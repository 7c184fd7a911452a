/** The contiguous blocks of a sequence over which the spread of code lengths is judged. */
export interface CountingBlocks {
  /** How many; at most 256. */
  readonly count: number;
  /** Shape [count]: the index one past each block's last symbol. Never falls; the last is the number of symbols. */
  readonly ends: Uint32Array;
}

/** `count` blocks of one length over `symbolCount` symbols; the last ones may be short or empty. */
export function countingBlocks(symbolCount: number, count: number): CountingBlocks {
  const length = Math.max(1, Math.ceil(symbolCount / count));
  const ends = new Uint32Array(count);
  for (let b = 0; b < count; b++) ends[b] = Math.min(symbolCount, (b + 1) * length);
  return { count, ends };
}

/**
 * Positions of order k in each block. A position belongs to the block in which its context begins, so that every order is
 * cut at the same places.
 * @param ends  where contexts begin anew
 */
export function positionsByBlock(
  ends: Uint32Array,
  order: number,
  blocks: CountingBlocks,
): Float64Array {
  const positions = new Float64Array(blocks.count);
  let from = 0;
  let block = 0;
  for (let m = 0; m < ends.length; m++) {
    const to = ends[m] - order;
    for (let at = from; at < to; ) {
      while (blocks.ends[block] <= at) block++;
      const stop = Math.min(to, blocks.ends[block]);
      positions[block] += stop - at;
      at = stop;
    }
    from = ends[m];
  }
  return positions;
}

────────

Word for word, repeat the line holding "for (let at" and all lines after it through the end of the entries above.

= Written solution =
    for (let at = from; at < to; ) {
      while (blocks.ends[block] <= at) block++;
      const stop = Math.min(to, blocks.ends[block]);
      positions[block] += stop - at;
      at = stop;
    }
    from = ends[m];
  }
  return positions;
}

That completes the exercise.